A new article in Dark Reading covers the basics of Cross Site Scripting (XSS). The article starts by asking a great question:
Cross-site scripting has been around longer than most security professionals have been on the job. Why is it still such an issue when we’ve known about it for so long?
XSS was first found in the year 2000, so we’re in the 20th anniversary of the discovery of this exploit. By the year 2007 XSS became the most common exploit of web applications. Today it’s still one of the most attacked vulnerabilities, and still ranks as one of the OWASP top 10 web application security risks.
If you’re not familiar with XSS, this new article from Dark Reading is a great primer explaining what it is, as well as explaining the three variations of XSS being used today. It also covers some basic coding techniques you can use to limit your exposure to XSS vulnerabilities.
If you’re not familiar with how XSS works, it’s one of the few attacks that uses multiple servers or both the server and client to enact the attack, making it at times harder to detect when only one piece of the puzzle (one server or just the client or just the server) has any type of security or protection.
As mentioned earlier, the article does cover good coding practices to reduce your risk of XSS when writing and creating your web application.

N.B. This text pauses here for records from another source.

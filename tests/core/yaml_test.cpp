#include "core/yaml.hpp"

#include <string>

#include <doctest/doctest.h>

#include "core/error.hpp"

using namespace irrepwise;

namespace {

YamlNode parsed(const std::string& text) { return YamlNode::parse(text, "a.yaml"); }

// The message with which `read` refuses the text, or "accepted".
template <typename Read>
std::string refusal(const std::string& text, Read&& read) {
  try {
    read(parsed(text));
  } catch (const Error& error) {
    return error.what();
  }
  return "accepted";
}

std::string refusal(const std::string& text) {
  return refusal(text, [](const YamlNode&) {});
}

}  // namespace

TEST_CASE("words keep the text of the file, and numbers are read from plain words only") {
  const YamlNode node = parsed("{a: No, b: 1.50, c: '2', d: [1, 2], e: {f: -3}}");
  CHECK(node.at("a").word() == "No");
  CHECK(node.at("b").word() == "1.50");
  CHECK(node.at("b").number() == 1.5);
  CHECK(node.at("d").list_of(2, "two").back().whole_number() == 2);
  CHECK(node.at("e").at("f").whole_number() == -3);
  CHECK(node.find("g") == nullptr);
  CHECK(node.at("c").place() == "a.yaml:1:21");
}

TEST_CASE("a value of the wrong kind is refused with what was found and expected") {
  const auto number = [](const YamlNode& node) { (void)node.at("k").number("a number of eV"); };
  CHECK(refusal("k: '2'", number) == "a.yaml:1:4: found text in quotes, expected a number of eV");
  CHECK(refusal("k: two", number) == "a.yaml:1:4: found 'two', expected a number");
  CHECK(refusal("k: .nan", number) == "a.yaml:1:4: found '.nan', expected a finite number");
  CHECK(refusal("k: -.inf", number) == "a.yaml:1:4: found '-.inf', expected a finite number");
  CHECK(refusal("k: [1]", number) == "a.yaml:1:4: found a list, expected a number of eV");
  CHECK(refusal("k:\nl: 1\n", number) == "a.yaml:1:1: found nothing, expected a number of eV");
  CHECK(refusal("\nl: 1", number) == "a.yaml:2:1: the key 'k' is missing here");
  CHECK(refusal("- 1", number) == "a.yaml:1:1: found a list, expected keys with values");
  const auto whole = [](const YamlNode& node) { (void)node.at("k").whole_number(); };
  CHECK(refusal("k: 1.0", whole) == "a.yaml:1:4: found '1.0', expected a whole number");
  const auto pair = [](const YamlNode& node) { (void)node.at("k").list_of(2, "two numbers"); };
  CHECK(refusal("k: [1, 2, 3]", pair) == "a.yaml:1:4: found a list of 3, expected two numbers");
}

TEST_CASE("unknown keys are refused with the nearest known key") {
  const auto keys = [](const YamlNode& node) { node.expect_keys("a job", {"charge", "title"}); };
  CHECK(refusal("charge: 1\ntitel: x\n", keys) ==
        "a.yaml:2:1: unknown key 'titel' in a job; did you mean 'title'?");
  CHECK(refusal("something: 1\n", keys) ==
        "a.yaml:1:1: unknown key 'something' in a job; known keys are charge and title");
}

TEST_CASE("what is no single plain YAML document is refused") {
  CHECK(refusal("a: 1\nb: 2\n\na: 3\n") ==
        "a.yaml:4:1: the key 'a' stands here twice (first in line 1); keep one");
  CHECK(refusal("a: [1, 2\nb: 3\n").starts_with("a.yaml:2:2: this is not YAML: "));
  CHECK(refusal("a: &x 1\nb: *x\n") ==
        "a.yaml:2:4: aliases are not used here; write the value out");
  CHECK(refusal("? [a]\n: 1\n") == "a.yaml:1:3: found a list, expected a key");
  CHECK(refusal("a: 1\n---\nb: 2\n") ==
        "a.yaml:2: a second YAML document begins with '---'; keep one");
  CHECK(refusal(std::string(100000, '[')).find("this is not YAML") != std::string::npos);
  CHECK(parsed("").kind() == YamlNode::Kind::Nothing);
}

TEST_CASE("a block of text gives its lines with their places") {
  const YamlNode node = parsed("a:\n  b: |\n    one\n\n      two words\n  c: x\n");
  const auto lines = node.at("a").at("b").lines("lines");
  REQUIRE(lines.size() == 3);
  CHECK(lines[0].text == "one");
  CHECK(lines[0].place == "a.yaml:3");
  CHECK(lines[0].column == 5);
  CHECK(lines[1].text.empty());
  CHECK(lines[2].text == "  two words");
  CHECK(lines[2].place == "a.yaml:5");
  CHECK(lines[2].column == 5);
  CHECK(refusal("b: one two\n", [](const YamlNode& n) { (void)n.at("b").lines("lines"); }) ==
        "a.yaml:1:4: found 'one two', expected lines behind '|'");
}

While that’s a great start to application security, and preventing XSS attacks, there’s never any guarantee that you’ll catch all XSS vulnerabilities in your code. You still need protection for those undiscovered XSS vulnerabilities.
A great start for XSS security is using runtime application security. The latest draft version of the NIST Framework for SP 800-53 now includes RASP (Runtime Application Self Protection), as a requirement for an organization’s security framework. By having security that’s close to the application, you get greater visibility and understanding of when an attack is happening, and better tools to control the attack. Traditional security tools like Web Application Firewalls (WAFs), sit on the network perimeter, and can miss nuanced and sophisticated attacks.
K2’s runtime deterministic application security platform monitors the application and has a deep understanding of the application’s control flows, DNA and execution. By validating the application’s control flows, deterministic security is based on the application itself, rather than relying on past attacks to determine a zero day attack. Deterministic security results in the detection of sophisticated zero day attacks and also protects from application from the risks listed in the OWASP Top Ten, including XSS.
In addition to providing runtime application security, K2 can also help with faster vulnerability remediation in your web application code during your penetration testing cycle. The K2 agent is deployed on the pen testing/QA server and no change in testing methodology or setup is required. K2 works in conjunction with your existing scanning tools or pen testing tools. K2 creates a vulnerability report at the end of the testing cycle detailing additional telemetry on the vulnerability including which file and line number in the code has the vulnerability. K2 can also find additional vulnerabilities in the application that the testing tools may have missed.
K2’s Next Generation Application Workload Protection Platform addresses today’s need for runtime security in an easy to use, easy to deploy solution. K2’s unique deterministic security detects new attacks without the need to rely on past attack knowledge, is lightweight, and adds under a millisecond of latency to the running application. To aid in quick remediation of vulnerabilities, K2 also provides detailed attack telemetry including the code module and line number being in the code being attacked, while at the same time integrating with leading firewalls to do real time attacker blocking.